Unlike with PB&J, where if you are allergic to peanuts you're not harmed by someone else enjoying them, exposure to epilepsy-inducing animé can maybe harm you if you glance at what someone else is watching. Say you enter a friend's house, and they are watching this episode, and they've already skipped past the warning (because, after all, it doesn't affect them) and you watch what they are watching and it turns out you are affected.

Of course, you cannot cover all risks all the time, but editing these animés just in case seems like a reasonable and safe choice to me.

And let's not be dramatic, everyone can still watch the animé, it's just that some visual effects have been edited to make them less potentially harmful. It's not like censorship.

2 comments

I feel like you are arguing with some “bad telephone” version of what I wrote.

I am supportive if efforts being made to accommodate people’s disabilities.

My charge here - is that also offering unedited versions of original experience is not discriminatory, not insensitive, and not “ableist” as the article claims it to be.

Furthermore - the author presented facts in bad faith. I went to the petition linked in the article, and unlike what the article claims - it makes no demand to take down epileptic-friendly version, just asking to offer the unedited one. And i quote:

“ As fans, we implore Crunchyroll to try to acquire an uncut version of the simulcast as we are paying good money each month for the services they provide. Not only does it impact the fans but Toho and Crunchyroll are gravely underestimating how the lack of effort to provide clean versions is affecting the engagement and overall reception of the season, as in many instances the ghosting completely ruins or takes you out of the experience.”

How would they offer the unedited version in a safe manner that doesn't accidentally expose epileptic and undiagnosed people?

The author never claimed anybody wanted to take down the edited version. He/she claimed fans clamoring for the unedited version didn't care or understand about the consequences.

Crunchyroll app, which I am a subscriber of by the way, has “mature content” setting - like that, add a setting. Or label the version like they do for different releases. They have lots of options.

Again, this discussion thread has nothing to do with Crunchyroll and everything to do with charging people who want and expect to be able to see an unaltered version - as discriminating against disabled viewers.

And finally, quote directly from the article:

“Over 2500 fans signed a change.org petition asking Crunchyroll to take down this edited, safe, version of the series and instead upload an unedited version that was true to the original vision—even if it had the potential to cause seizures.”

If we are going to discuss the article - we should both read it.

Fair enough, TFA does claim some fans want to take down the edited version.

Helping the author's case is the ambiguous wording of the title of the change.org petition, to wit:

> "Remove ghosting and dimming from Jujutsu Kaisen Season 2 on Crunchyroll"

While "remove" could be read either way (i.e. either "make another edit also available" vs "replace the version that exists now"), I think the author's interpretation, coming from an experience of being actually disabled, is a reasonable take. I don't see bad faith like you do.

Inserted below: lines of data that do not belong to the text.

def test_bad_evidence_raises_input_error_naming_the_field():
    ev = evidence_of(simulated({1: 1.0}), FS, RPM, with_envelope=False)
    ev.direction = "X"
    with pytest.raises(InputError, match="direction"):
        diagnose(ev)
    ev.direction, ev.model, ev.shaft = "H", GEARBOX, "pump"
    with pytest.raises(InputError, match="shaft 'pump'"):
        diagnose(ev)
    ev.model, ev.spectrum_velocity = None, ev.spectrum_velocity.converted("um")
    with pytest.raises(InputError, match="spectrum_velocity"):
        diagnose(ev)


# ---- the demo plant through a small pipeline -------------------------------------------

def demo_evidence(tag: str, point_name: str, week: int, axial_point: str | None = None):
    machine = PLANT.machine(tag)
    point = machine.point(point_name)
    rec = demo_recording(tag, point_name, week, duration_s=4.0)
    rpm = rec.rpm * machine.shaft_ratio(point.shaft)
    ev = evidence_of(rec.channels[0].samples, rec.fs_hz, rpm, direction=point.direction,
                     shaft=point.shaft, model=model_from_demo(machine))
    if axial_point is not None:
        ax = demo_evidence(tag, axial_point, week)
        ev.axial_companion = {"1x": _order(ax, 1), "2x": _order(ax, 2)}
    return ev


def _order(ev: RunEvidence, k: int) -> float:
    p = min(ev.peaks, key=lambda p: abs(p.frequency_hz - k * ev.rpm / 60.0))
    assert p.frequency_hz == pytest.approx(k * ev.rpm / 60.0, rel=0.01)
    return p.amplitude


@pytest.mark.parametrize("point", ["fan DE H", "fan NDE A"])
def test_demo_fan_at_week_16_shows_imbalance(point):
    found = diagnose(demo_evidence("F-201", point, 16))
    f = only(found, "imbalance")
    assert f.evidence[0].source_name == "fan 1×"
    assert f.severity in ("watch", "warning")
    assert "misalignment" not in kinds(found)


def test_demo_blower_at_week_12_shows_misalignment():
    f = only(diagnose(demo_evidence("B-301", "blower DE H", 12, axial_point="blower DE A")),
             "misalignment")
    assert f.values["ratio_2x"] > 1.0 and f.values["axial_ratio_2x"] > 0.5
    before = diagnose(demo_evidence("B-301", "blower DE H", 9))
    assert "misalignment" not in kinds(before)


def test_demo_pump_p102_drive_end_at_week_15_has_a_staged_bearing_defect():
    ev = demo_evidence("P-102", "pump DE H", 15)
    f = only(diagnose(ev), "bearing")
    assert f.stage >= 2 and "BPFO" in f.title
    assert f.values["defect_hz"] == pytest.approx(defect_orders(BEARING_B).bpfo * ev.rpm / 60)


@pytest.mark.parametrize("point", ["motor DE H", "pump DE H", "pump DE V"])
def test_demo_pump_p101_at_week_15_has_nothing_above_info(point):
    found = diagnose(demo_evidence("P-101", point, 15))
    assert all(f.severity == "info" for f in found), [(f.kind, f.severity) for f in found]
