def find_survey(arc, date: str | None = None) -> Survey:
    """The survey holding a run taken on ``date`` (ISO date, UTC), or the newest.

    Raises
    ------
    InputError
        The archive has no runs, the date is not an ISO date, or no survey has a run
        that day (the message lists the surveys).
    """
    found = surveys(arc)
    if not found:
        raise InputError(f"{arc.path}: no runs, so no survey to report")
    if date is None or str(date).strip() == "":
        return found[0]
    try:
        day = Date.fromisoformat(str(date).strip())
    except ValueError:
        raise InputError(f"survey date {date!r} is not an ISO date (YYYY-MM-DD)") from None
    for s in found:
        if s.holds(day):
            return s
    listed = ", ".join(s.label for s in found[:12]) + (", …" if len(found) > 12 else "")
    raise InputError(f"{arc.path}: no survey has runs on {day.isoformat()}; surveys: "
                     f"{listed}")


# -- the latest run of each point -------------------------------------------------------
def _no_state_note(arc, point: str, run_id: str, state: str) -> str:
    if state:
        return ""
    if not run_id:
        return "runs not analysed yet" if arc.runs(point) else "no runs"
    return ("not evaluated: no alarm plan" if plan_in_force(arc, point) is None
            else "not evaluated yet")


def latest_now(arc, point: str, entry: dict) -> PointLatest:
    """A point's latest run from :meth:`Archive.point_states`'s entry."""
    out = PointLatest(run_id=entry["run_id"], state=entry["state"], zone=entry["zone"],
                      overall_mm_s=entry["overall_mm_s"], taken_s=entry["taken_s"],
                      worst_band=entry["worst_band"], quality=entry["quality"])
    out.note = _no_state_note(arc, point, out.run_id, out.state)
    if out.run_id and out.state == "no data":
        out.note = f"latest run over {NO_DATA_AFTER_DAYS:g} days older than the newest"
    return out


def latest_in(arc, point: str, survey: Survey) -> PointLatest:
    """A point's latest analysed run within a survey (state as last evaluated)."""
    rows = arc.value_rows(point)
    n = rows["run_id"].size if rows else 0
    idx = np.flatnonzero((rows["taken_s"] >= survey.start_s) & (rows["taken_s"] <= survey.end_s)
                         ) if n else np.zeros(0, int)
    if not idx.size:
        ran = any(survey.start_s <= r.taken_s <= survey.end_s for r in arc.runs(point))
        return PointLatest(note="run not analysed yet" if ran else "no run in this survey")
    i = int(idx[-1])
    overall = rows.get("overall_velocity_mm_s")
    out = PointLatest(run_id=str(rows["run_id"][i]), state=str(rows["state"][i]),
                      zone=str(rows["zone"][i]),
                      overall_mm_s=float(overall[i]) if overall is not None else math.nan,
                      taken_s=float(rows["taken_s"][i]), worst_band=str(rows["worst_band"][i]),
                      quality=str(rows["quality"][i]))
    out.note = _no_state_note(arc, point, out.run_id, out.state)
    return out


# -- notes --------------------------------------------------------------------------------
def plan_notes(arc, points: list[str], labels: dict[str, str]) -> list[str]:
    """Sentences saying which alarm plan each point uses, points grouped by plan kind."""
    groups: dict[tuple[str, str], list[str]] = {}
    for p in points:
        plan = plan_in_force(arc, p)
        if plan is None:
            key = ("none", "")
        elif arc.plan(p) is None:
            key = ("default", plan.name)
        else:
            key = ("own", plan.origin)
        name = labels[p]
        if plan is not None and key[0] == "own" and plan.name not in (name, p):
            name += f" (plan \u201c{plan.name}\u201d)"
        groups.setdefault(key, []).append(name)
    out = []
    for (kind, what), names in groups.items():
        where = ", ".join(names)
        if kind == "own":
            out.append(f"Alarm plans of their own, levels from {what}: {where}.")
        elif kind == "default":
            out.append(f"The ISO 20816-3 default plan ({what}, generic limits): {where}.")
        else:
            out.append(f"No alarm plan, so no alarm state: {where}.")
    return out


# -- putting it together --------------------------------------------------------------
def _now_iso() -> str:
    return datetime.now(UTC).isoformat(timespec="seconds")


def _assemble(arc, *, title: str, scope: str, points: list[tuple[str, str, str]],
              latest: Callable[[str], PointLatest], scope_note: str,
              since_s: float | None, until_s: float | None, progress: Progress,
              cancel) -> ReportData:
    """The report of ``points`` = [(site, tag, point path)] in the order given."""
    many = len(arc.plant.sites) > 1
    total = len(points) + 1
    data = ReportData(title=title, plant=arc.plant_name, scope=scope,
                      generated_at=_now_iso(), status=[], trends=[], spectra=[],
                      findings=[], forecasts=[], cautions=list(CAUTIONS), notes=[])
    labels: dict[str, str] = {}
    extra: list[str] = []
    iso_judged = False
    for k, (site, tag, path) in enumerate(points):
        if is_cancelled(cancel):
            raise ReportCancelled(f"{arc.path}: report cancelled after {k} of "
                                  f"{len(points)} points; no file written")
        machine = arc.plant.machine(site, tag)
        label = f"{site}/{tag}" if many else tag
        part = point_content(arc, path, machine_label=label,
                             machine_name=str(machine.props.get("name", "") or ""),
                             latest=latest(path), plan=plan_in_force(arc, path),
                             since_s=since_s, until_s=until_s)
        labels[path] = f"{label} {arc.point(path).name}"
        iso_judged |= bool(part.row.zone) or machine.props.get("iso_group") in (1, 2)
        data.status.append(part.row)
        data.trends += part.trends
        data.forecasts += part.forecasts
        data.spectra += part.spectra
        data.findings += part.findings
        extra += part.notes
        if progress is not None:
            progress(k + 1, total, labels[path])
    data.findings.sort(key=lambda f: -SEVERITIES.index(f.severity)
                       if f.severity in SEVERITIES else 0)
    data.notes = [scope_note, SELECTION_NOTE]
    if iso_judged:
        data.notes.append(f"ISO 20816 zones and default levels: {GENERIC_NOTE}")
    data.notes += plan_notes(arc, [p for _, _, p in points], labels) + extra
    if progress is not None:
        progress(total, total, "notes")
    return data


def _check_since(since_s) -> float | None:
    if since_s is None:
        return None
    try:
        s = float(since_s)
    except (TypeError, ValueError):
        raise InputError(f"report: since_s must be seconds since 1970 UTC, got "
                         f"{since_s!r}") from None
    if not math.isfinite(s):
        raise InputError(f"report: since_s must be finite, got {since_s!r}")
    return s


def machine_report(arc, site: str, tag: str, *, since_s: float | None = None,
                   progress: Progress = None, cancel=None) -> ReportData:
    """The report of one machine: its points as they stand now.

    Parameters
    ----------
    arc : Archive
        Open for reading (nothing is written).
    site, tag : str
        The machine (see :func:`find_machine` to find the site of a tag).
    since_s : float, optional, keyword-only
        Trends show the runs taken at or after this time (POSIX s, UTC); forecasts
        are made from the whole history.
    progress : callable(done, total, text), optional, keyword-only
        Called after each point and once at the end.
    cancel : callable returning bool, or object with ``is_set()``, optional
        Checked before each point.

    Returns
    -------
    ReportData

    Raises
    ------
    InputError
        An unknown site or machine (the message lists the known ones), a bad
        ``since_s``.
    ReportCancelled
        When cancelled.
    """
    since = _check_since(since_s)
    machine = arc.plant.machine(site, tag)
    name = str(machine.props.get("name", "") or "")
    states = arc.point_states()
    points = [(site, tag, p.path) for p in machine.points.values()]
    where = "" if site == arc.plant_name or len(arc.plant.sites) == 1 else f", site {site}"
    scope_note = ("Status: the latest analysed run of each point, with the state of the "
                  "last evaluation" + (f"; trends from {iso_date(since)}" if since is not None
                                       else "") + ".")
    return _assemble(arc, title=f"Machine report {tag}",
                     scope=f"Machine {tag}" + (f" \u2014 {name}" if name else "") + where,
                     points=points, latest=lambda p: latest_now(arc, p, states[p]),
                     scope_note=scope_note, since_s=since, until_s=None,
                     progress=progress, cancel=cancel)


def survey_report(arc, *, date: str | None = None, machines: Iterable[str] | None = None,
                  progress: Progress = None, cancel=None) -> ReportData:
    """The report of one survey: every machine's points as that survey found them.

    Parameters
    ----------
    arc : Archive
        Open for reading (nothing is written).
    date : str, optional, keyword-only
        An ISO date (UTC) on which the survey took runs; default the newest survey
        (the runs within :data:`SURVEY_SPAN_DAYS` of the archive's newest run).
    machines : iterable of str, optional, keyword-only
        Tags (or ``SITE/TAG``) of the machines to include; default all.
    progress : callable(done, total, text), optional, keyword-only
    cancel : callable returning bool, or object with ``is_set()``, optional

    Returns
    -------
    ReportData
        Trends and forecasts use the runs up to the survey's newest run.

    Raises
    ------
    InputError
        No runs, a bad date or one without a survey (the surveys are listed), an
        unknown machine (the machines are listed).
    ReportCancelled
        When cancelled.
    """
    survey = find_survey(arc, date)
    chosen = [(s.name, t) for s in arc.plant.sites.values() for t in s.machines]
    if machines is not None:
        wanted = {find_machine(arc, m)
                  for m in ([machines] if isinstance(machines, str) else machines)}
        if not wanted:
            raise InputError("survey report: machines is empty; give at least one tag")
        chosen = [m for m in chosen if m in wanted]        # in the plant's order
    points = [(s, t, p.path) for s, t in chosen
              for p in arc.plant.machine(s, t).points.values()]
    first = datetime.fromtimestamp(survey.start_s, UTC)
    last = datetime.fromtimestamp(survey.end_s, UTC)
    scope_note = (f"Survey: the plant's {survey.runs} runs taken from {first:%Y-%m-%d %H:%M} to "
                  f"{last:%Y-%m-%d %H:%M} UTC (runs within {SURVEY_SPAN_DAYS:g} days of "
                  f"its newest). Status: each point's latest run in it; trends and "
                  f"forecasts use the runs up to {last:%Y-%m-%d %H:%M}.")
    scope = (f"Survey of {survey.label} \u2014 {len(chosen)} machine"
             f"{'s' if len(chosen) != 1 else ''}, {len(points)} points")
    return _assemble(arc, title=f"Survey report {survey.label}", scope=scope, points=points,
                     latest=lambda p: latest_in(arc, p, survey), scope_note=scope_note,
                     since_s=None, until_s=survey.end_s, progress=progress,
                     cancel=cancel)


# -- summaries ----------------------------------------------------------------------------
def state_counts(data: ReportData) -> dict[str, int]:
    """How many points of the report are in each state (every state of
    :data:`~engine.report.data.STATES`, zero included)."""
    counts = {s: 0 for s in STATES}
    for row in data.status:
        counts[report_state(row.state)] += 1
    return counts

PS: going by the comments on change.org, only one seems to be openly asking for both versions to be made available, while most of the others seem to match the accusation of the author: "but I'm not epileptic!" (in so many words). Spot on.

Uh no, that’s revisionism to define ableism that way, we’re not going to let you rewrite the language. Ableism is specifically “the discrimination and prejudice _against_ people with disabilities”. Not “not caring about the disabilities of others”.
"We" are not going to "let you"?

You're providing the same definition in different words, anyway.